Transition and tunability of bound states in the continuum in metastructures composed of subwavelength gratings and distributed Bragg reflectors.

Metastructures that are composed of high-contrast gratings (HCGs) and distributed Bragg reflectors (DBRs) exhibit unique optical properties and have potential applications in surface-emitting lasers and sensors. This paper studies the transition and tunability of bound states in the continuum (BICs) in the HCG-DBR metastructure. At the high-symmetry point, the metastructure has a symmetric mode with radiation loss and an antisymmetric mode (BIC) without radiation loss. The bandgap closure and band flipping occur by modulating the filling factor (FF) of the HCG. The band flipping is essentially related to the transition of the BIC. The topological charge characterizing the far-field polarization of the BIC changes during the band flipping. Furthermore, the HCG-DBR metastructure with a dual-period grating is proposed based on the BICs induced by the Brillouin zone folding. BIC can be tuned by applying different perturbations to the dual-period grating.
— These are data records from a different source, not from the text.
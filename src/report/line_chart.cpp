// A line chart of method means with their confidence intervals, as shaded
// bands (numeric x, e.g. missing rate) or whiskers (categories, e.g. gap
// length class). Methods keep their style across every chart of a series.
#include <algorithm>
#include <cmath>
#include <limits>

#include "html_charts.hpp"

namespace gapmark::charts {

using svg::coord;

std::string line_chart(const LineChart& chart) {
  const std::size_t m = chart.x.size();
  double lo = HUGE_VAL, hi = -HUGE_VAL;
  for (const auto& line : chart.lines)
    for (const auto* v : {&line.y, &line.low, &line.high})
      for (double y : *v)
        if (std::isfinite(y)) lo = std::min(lo, y), hi = std::max(hi, y);
  if (m == 0 || lo > hi) return "";

  Plot plot;
  std::vector<double> positions = chart.x, x_ticks;
  std::vector<std::string> x_names = chart.x_names;
  const bool categorical = !x_names.empty() || m == 1;
  if (categorical) {
    if (x_names.empty())
      for (double x : chart.x) x_names.push_back(svg::tick_label(x));
    for (std::size_t i = 0; i < m; ++i) positions[i] = static_cast<double>(i);
    plot.x = {-0.5, static_cast<double>(m) - 0.5, plot.x0(), plot.x1()};
    x_ticks = positions;
  } else {
    const auto [mn, mx] = std::minmax_element(chart.x.begin(), chart.x.end());
    const double pad = (*mx - *mn) * 0.08;
    plot.x = {*mn - pad, *mx + pad, plot.x0(), plot.x1()};
    x_ticks = chart.x;
  }
  const auto y_ticks = fit_y(plot, lo, hi);

  std::string out = open_svg(plot, chart.title);
  out += axes(plot, x_ticks, x_names, y_ticks, chart.x_label, chart.y_label);
  const std::size_t k = chart.lines.size();
  for (std::size_t l = 0; l < k; ++l) {
    const auto& line = chart.lines[l];
    // Whiskers side by side so that they do not hide each other.
    const double dodge =
        chart.bands && m > 1 ? 0.0 : (static_cast<double>(l) - (static_cast<double>(k) - 1) / 2) * 9.0;
    std::vector<double> xs(m), ys(m, std::nan(""));
    for (std::size_t i = 0; i < m; ++i) {
      xs[i] = plot.x(positions[i]) + dodge;
      if (i < line.y.size() && std::isfinite(line.y[i])) ys[i] = plot.y(line.y[i]);
    }
    out += "<g class=\"series\"><title>" + svg::escape(line.name) + "</title>";
    if (chart.bands) {
      // One band per run of points that have both bounds.
      std::string upper, lower;
      std::size_t count = 0;
      auto flush = [&] {
        if (count >= 2)
          out += "<polygon points=\"" + upper + lower + "\" fill=\"" + line.style.colour +
                 "\" fill-opacity=\"0.14\" stroke=\"none\"/>";
        upper.clear();
        lower.clear();
        count = 0;
      };
      for (std::size_t i = 0; i < m; ++i) {
        const bool ok = i < line.low.size() && i < line.high.size() && std::isfinite(line.low[i]) &&
                        std::isfinite(line.high[i]);
        if (!ok) {
          flush();
          continue;
        }
        upper += coord(xs[i]) + "," + coord(plot.y(line.high[i])) + " ";
        lower = coord(xs[i]) + "," + coord(plot.y(line.low[i])) + " " + lower;
        ++count;
      }
      flush();
      // A single point keeps its interval as a whisker.
    }
    for (std::size_t i = 0; i < m; ++i) {
      const bool ok = i < line.low.size() && i < line.high.size() && std::isfinite(line.low[i]) &&
                      std::isfinite(line.high[i]);
      if (!ok || (chart.bands && m > 1)) continue;
      out += "<line x1=\"" + coord(xs[i]) + "\" x2=\"" + coord(xs[i]) + "\" y1=\"" + coord(plot.y(line.low[i])) +
             "\" y2=\"" + coord(plot.y(line.high[i])) + "\" stroke=\"" + line.style.colour +
             "\" stroke-width=\"1.6\"/>";
    }
    out += svg::polyline(xs, ys, line.style, 2);
    for (std::size_t i = 0; i < m; ++i)
      if (std::isfinite(ys[i])) out += svg::marker(line.style, xs[i], ys[i], 3.6);
    out += "</g>";
  }
  out += "</svg>";
  return out;
}

}  // namespace gapmark::charts
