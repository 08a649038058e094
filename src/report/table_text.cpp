#include "gapmark/report/table_text.hpp"

#include "gapmark/text_safety.hpp"

#include <cmath>
#include <cstdio>

namespace gapmark {

std::string short_number(double value) {
  if (std::isnan(value)) return "n/a";
  char buffer[32];
  std::snprintf(buffer, sizeof buffer, "%.4g", value);
  return buffer;
}

std::string mean_sd(const MetricSummary& s) {
  if (s.n == 0 || std::isnan(s.mean)) return "n/a";
  if (std::isnan(s.sd)) return short_number(s.mean);
  return short_number(s.mean) + " ± " + short_number(s.sd);
}

std::string interval(const MetricSummary& s) {
  if (std::isnan(s.ci_low)) return "";
  return "[" + short_number(s.ci_low) + ", " + short_number(s.ci_high) + "]";
}

std::string direction_words(Direction d) {
  switch (d) {
    case Direction::Lower: return "lower is better";
    case Direction::ZeroBest: return "closer to 0 is better";
    case Direction::Higher: return "higher is better";
    case Direction::OneBest: return "closer to 1 is better";
    case Direction::None: return "descriptive";
  }
  return "";
}

std::string markdown_text(const std::string& text) {
  const std::string valid = utf8_replaced(text);
  std::string out;
  out.reserve(valid.size());
  for (char c : valid) {
    const auto u = static_cast<unsigned char>(c);
    if (u < 0x20 || u == 0x7F) out += ' ';
    else if (c == '<') out += "&lt;";
    else if (c == '>') out += "&gt;";
    else if (c == '&') out += "&amp;";
    else if (c == '\\' || c == '`' || c == '*' || c == '|') {
      out += '\\';
      out += c;
    } else {
      out += c;
    }
  }
  return out;
}

std::string markdown_code(const std::string& text) {
  const std::string shown = printable(text, 200);
  if (shown.find('`') == std::string::npos) return "`" + shown + "`";
  return "`` " + shown + " ``";
}

std::string markdown_table(const std::vector<std::string>& header,
                           const std::vector<std::vector<std::string>>& rows) {
  const auto escape = [](const std::string& cell) { return markdown_text(cell); };
  std::string out = "|";
  for (const auto& h : header) out += " " + escape(h) + " |";
  out += "\n|";
  for (std::size_t i = 0; i < header.size(); ++i) out += i < 2 ? "---|" : "--:|";
  out += "\n";
  for (const auto& row : rows) {
    out += "|";
    for (const auto& cell : row) out += " " + escape(cell) + " |";
    out += "\n";
  }
  return out;
}

}  // namespace gapmark
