// ranking.md: the verdict per series, then per series, for each scheme and
// rate, the methods ranked by the ranking metric with mean ± sd over
// replicates of each metric and each method's standing against the best.
#include <cmath>

#include "gapmark/number_format.hpp"
#include "gapmark/report/reporter.hpp"
#include "gapmark/report/table_text.hpp"

namespace gapmark {
namespace {

std::string failures(const MethodSummary& m) {
  return m.failures ? std::to_string(m.failures) + "/" + std::to_string(m.trials) : "0";
}

/// The verdict per series, with its reasons and caveats, then the notes.
std::string verdict_section(const RunVerdict& verdict) {
  std::string out = "## Verdict\n\n";
  for (const auto& v : verdict.series) {
    out += "**" + markdown_text(v.series) + "**: " +
           (v.recommended.empty() ? std::string("no recommendation") : "recommended " + markdown_code(v.recommended));
    if (!v.equally_good.empty()) {
      std::vector<std::string> names;
      for (const auto& n : v.equally_good) names.push_back(markdown_code(n));
      out += "; equally good: " + join_words(names);
    }
    out += "\n\n";
    for (const auto& r : v.reasons) out += "- " + r + "\n";
    for (const auto& c : v.caveats) out += "- *Caution:* " + c + "\n";
    out += "\n";
  }
  for (const auto& n : verdict.notes) out += "*Note:* " + n + "\n\n";
  return out;
}

std::string how_to_read(const MetricColumn& rc, const Summary& summary) {
  const std::string level = short_number(100 * (1 - summary.alpha));
  return "## How to read the tables\n\n"
         "Methods are ranked by **" + rc.name + "** (" + direction_words(rc.direction) +
         "). Each cell is the mean ± sd over replicates; the interval is the " + level +
         "% percentile bootstrap interval of the mean. *verdict* is each method's standing against the best "
         "(the lowest mean among the methods that filled every trial): *equivalent* when a paired TOST puts "
         "it within ±" + short_number(100 * summary.equivalence) + "% of the best's " + rc.name +
         ", *worse* or *better* when the paired Wilcoxon signed-rank test separates them, *not "
         "distinguishable* otherwise (both tests Holm-adjusted, α = " + short_number(summary.alpha) +
         "). *mean rank* is the average of the within-replicate ranks (1 = best). A trial that left "
         "masked points unfilled (partial) or failed counts in *failed*, is the worst of its replicate in "
         "every test and is left out of the means; such a method is never equivalent.\n";
}

/// One condition's table: rank, method, the ranking metric with its interval,
/// the standing, failures, the other ranked metrics and the mean rank; then
/// its Friedman test, margin and masks that failed.
std::string condition_table(const ResultSet& results, const CellGroup& g, std::size_t rank_col) {
  const auto& rc = results.columns[rank_col];
  std::string out = "\n### " + markdown_text(g.scheme) + " at rate " + format_double(g.rate) + " (" +
                    std::to_string(g.replicates) + " replicates)\n\n";
  const std::string units = series_units(results, g.series);
  std::vector<std::string> header{"rank", "method", metric_label(rc, units), "interval", "verdict", "failed"};
  std::vector<std::size_t> shown;
  for (std::size_t c = 0; c < results.columns.size(); ++c)
    if (c != rank_col && results.columns[c].direction != Direction::None) {
      shown.push_back(c);
      header.push_back(metric_label(results.columns[c], units));
    }
  header.push_back("mean rank");
  std::vector<std::vector<std::string>> rows;
  for (const auto& m : g.methods) {
    std::vector<std::string> row{std::to_string(m.rank), m.method, mean_sd(m.metrics[rank_col]),
                                 interval(m.metrics[rank_col]), standing_name(m.standing), failures(m)};
    for (auto c : shown) row.push_back(mean_sd(m.metrics[c]));
    row.push_back(short_number(m.mean_rank));
    rows.push_back(std::move(row));
  }
  out += markdown_table(header, rows);
  if (std::isfinite(g.friedman_p))
    out += "\nFriedman test over replicates: χ² = " + short_number(g.friedman_statistic) +
           ", p = " + short_number(g.friedman_p) + ".";
  out += " Equivalence margin ±" + short_number(g.margin) + " " + rc.name + ".";
  if (g.mask_failed)
    out += " " + std::to_string(g.mask_failed) + " replicate" + (g.mask_failed == 1 ? "" : "s") +
           " could not be masked and " + (g.mask_failed == 1 ? "is" : "are") + " left out.";
  return out + "\n";
}

std::string warnings_section(const std::vector<Warning>& warnings) {
  if (warnings.empty()) return "";
  std::string out = "\n## Warnings\n\n";
  for (const auto& w : warnings)
    out += "- **" + markdown_text(w.code) + "** (" + markdown_text(w.where) + "): " + markdown_text(w.message) +
           ". *" + markdown_text(w.hint) + ".*\n";
  return out;
}

class RankingMarkdown final : public Reporter {
public:
  std::string file_name() const override { return "ranking.md"; }

  std::string render(const ResultSet& results, const Summary& summary) const override {
    const std::size_t rank_col = results.column_index(results.rank_by);
    std::string out = "# Ranked fill methods: " + markdown_text(results.context.spec_name) + "\n\n";
    out += "Filled values are estimates. A benchmark on synthetic masks can flatter a method when the "
           "real gaps differ; where filled data feed safety decisions, follow the applicable standards "
           "and have a qualified person review the choice.\n\n";
    out += verdict_section(summary.verdict);
    out += how_to_read(results.columns[rank_col], summary);
    std::string current;
    for (const auto& g : summary.groups) {
      if (g.series != current) {
        current = g.series;
        out += "\n## " + markdown_text(g.series) + "\n";
      }
      out += condition_table(results, g, rank_col);
    }
    return out + warnings_section(all_warnings(results, summary));
  }
};

const Registration<Reporter> registration{{
    .name = "ranking-md",
    .summary = "the verdict and ranked tables per series, scheme and rate (Markdown)",
    .params = {},
    .make = [](const ParamValues&) { return std::make_unique<RankingMarkdown>(); },
}};

}  // namespace
}  // namespace gapmark
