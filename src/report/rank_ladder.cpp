// The across-series chart: each method on a mean-rank axis (1 = best), one
// row per method, best at the top; a bracket at the right joins methods
// whose mean ranks differ by less than the critical difference (Nemenyi),
// i.e. methods the test cannot tell apart over these series. The CD itself
// is drawn as a scale bar above the axis.
#include <algorithm>
#include <cmath>
#include <numeric>

#include "html_charts.hpp"

namespace gapmark::charts {

using svg::coord;
using svg::escape;

std::vector<std::pair<std::size_t, std::size_t>> cliques(const std::vector<double>& sorted_ranks, double cd) {
  std::vector<std::pair<std::size_t, std::size_t>> out;
  if (!std::isfinite(cd) || cd <= 0) return out;
  const std::size_t k = sorted_ranks.size();
  std::size_t last_end = 0;
  for (std::size_t i = 0; i < k; ++i) {
    std::size_t j = i;
    while (j + 1 < k && sorted_ranks[j + 1] - sorted_ranks[i] < cd) ++j;
    // Keep it when it reaches further than every earlier group (else it is contained).
    if (j > i && (out.empty() || j > last_end)) {
      out.emplace_back(i, j);
      last_end = j;
    }
  }
  return out;
}

namespace {

constexpr double kRow = 22, kHead = 64, kNames = 200, kAxisY = 46;

double row_y(std::size_t p) { return kHead + kRow * (static_cast<double>(p) + 0.5); }

/// The methods' indices, lowest mean rank first (ties in listing order).
std::vector<std::size_t> rank_order(const AcrossSeries& across) {
  std::vector<std::size_t> order(across.methods.size());
  std::iota(order.begin(), order.end(), std::size_t{0});
  std::stable_sort(order.begin(), order.end(),
                   [&](auto a, auto b) { return across.mean_ranks[a] < across.mean_ranks[b]; });
  return order;
}

/// The critical difference as a scale bar from rank 1 (cut at the axis' end).
std::string cd_scale_bar(const Plot& plot, double cd, std::size_t k) {
  if (!std::isfinite(cd) || cd <= 0) return "";
  const double a = plot.x(1), b = plot.x(std::min(1 + cd, static_cast<double>(k)));
  return "<path d=\"M" + coord(a) + " 12V20H" + coord(b) + "V12\" fill=\"none\" stroke=\"" + svg::kInk +
         "\" stroke-width=\"1.4\"/>" + "<text x=\"" + coord(plot.x0() - 8) +
         "\" y=\"20\" text-anchor=\"end\">critical difference " + escape(svg::tick_label(cd)) +
         (1 + cd > static_cast<double>(k) ? " (beyond the axis)" : "") + "</text>";
}

/// The rank axis along the top, with grid lines down (every second rank
/// above 16 methods).
std::string rank_axis(const Plot& plot, std::size_t k) {
  std::string out = "<line x1=\"" + coord(plot.x0()) + "\" x2=\"" + coord(plot.x1()) + "\" y1=\"" + coord(kAxisY) +
                    "\" y2=\"" + coord(kAxisY) + "\" stroke=\"" + svg::kAxis + "\"/>";
  const std::size_t every = k > 16 ? 2 : 1;
  for (std::size_t r = 1; r <= k; r += every) {
    const double x = plot.x(static_cast<double>(r));
    out += "<line x1=\"" + coord(x) + "\" x2=\"" + coord(x) + "\" y1=\"" + coord(kAxisY - 4) + "\" y2=\"" +
           coord(plot.height - 8) + "\" stroke=\"" + svg::kGrid + "\"/>";
    out += "<text x=\"" + coord(x) + "\" y=\"" + coord(kAxisY - 8) + "\" text-anchor=\"middle\">" + std::to_string(r) +
           "</text>";
  }
  return out + "<text x=\"" + coord(plot.x0() - 8) + "\" y=\"" + coord(kAxisY + 4) +
         "\" text-anchor=\"end\" class=\"axis-title\">mean rank (1 = best)</text>";
}

/// One row per method, in rank order: a line to its mean rank, a dot, its name and rank.
std::string method_rows(const AcrossSeries& across, const std::vector<std::size_t>& order,
                        const std::vector<double>& sorted, const Plot& plot) {
  std::string out;
  for (std::size_t p = 0; p < order.size(); ++p) {
    const double y = row_y(p);
    const double x = plot.x(sorted[p]);
    out += "<line x1=\"" + coord(plot.x0()) + "\" x2=\"" + coord(x) + "\" y1=\"" + coord(y) + "\" y2=\"" + coord(y) +
           "\" stroke=\"#cdd3d7\" stroke-width=\"1\"/>";
    out += "<circle cx=\"" + coord(x) + "\" cy=\"" + coord(y) + "\" r=\"4.5\" fill=\"" + svg::style(0).colour + "\"/>";
    out += "<text x=\"" + coord(kNames + 6) + "\" y=\"" + coord(y + 4) + "\" text-anchor=\"end\">" +
           escape(across.methods[order[p]]) + " <tspan fill=\"#6b757c\">" + escape(svg::tick_label(sorted[p])) +
           "</tspan></text>";
  }
  return out;
}

/// A bracket at the right per group of methods within the critical difference.
std::string brackets(const AcrossSeries& across, const std::vector<std::size_t>& order,
                     const std::vector<std::pair<std::size_t, std::size_t>>& groups, const Plot& plot) {
  std::string out;
  for (std::size_t g = 0; g < groups.size(); ++g) {
    const double x = plot.x1() + 10 + 10 * static_cast<double>(g);
    const double y1 = row_y(groups[g].first), y2 = row_y(groups[g].second);
    out += "<g><title>not distinguishable: ";
    for (std::size_t p = groups[g].first; p <= groups[g].second; ++p)
      out += (p == groups[g].first ? "" : ", ") + escape(across.methods[order[p]]);
    out += "</title><path d=\"M" + coord(x - 4) + " " + coord(y1) + "H" + coord(x) + "V" + coord(y2) + "H" +
           coord(x - 4) + "\" fill=\"none\" stroke=\"" + svg::style(1).colour +
           "\" stroke-width=\"3\" stroke-linecap=\"round\"/></g>";
  }
  return out;
}

}  // namespace

std::string rank_ladder(const AcrossSeries& across) {
  const std::size_t k = across.methods.size();
  if (k < 2 || across.mean_ranks.size() != k) return "";
  const std::vector<std::size_t> order = rank_order(across);
  std::vector<double> sorted;
  for (auto i : order) sorted.push_back(across.mean_ranks[i]);
  const auto groups = cliques(sorted, across.critical_difference);
  Plot plot;
  plot.height = kHead + kRow * static_cast<double>(k) + 10;
  plot.left = kNames + 14;
  plot.right = 20 + 10 * static_cast<double>(std::max<std::size_t>(groups.size(), 1));
  plot.x = {1, static_cast<double>(k), plot.x0(), plot.x1()};
  return open_svg(plot, "Mean ranks across series with the critical difference") + "<g font-size=\"11\" fill=\"" +
         svg::kInk + "\">" + cd_scale_bar(plot, across.critical_difference, k) + rank_axis(plot, k) +
         method_rows(across, order, sorted, plot) + brackets(across, order, groups, plot) + "</g></svg>";
}

}  // namespace gapmark::charts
Both single- and dual-band edge quasi-BICs (QBICs) can be realized. Finally, by employing the dramatic phase change of dual QBICs at the resonant wavelength, giant enhancements of both positive and negative Goos-Hänchen (GH) shifts are achieved. This property can be used to design an ultrasensitive refractive index sensor based on the HCG-DBR metastructure with the Bloch surface wave (BSW) and QBIC-enhanced GH shift. This study is useful for the realization of surface-emitting lasers and high-sensitivity optical sensors based on the HCG-DBR metastructure.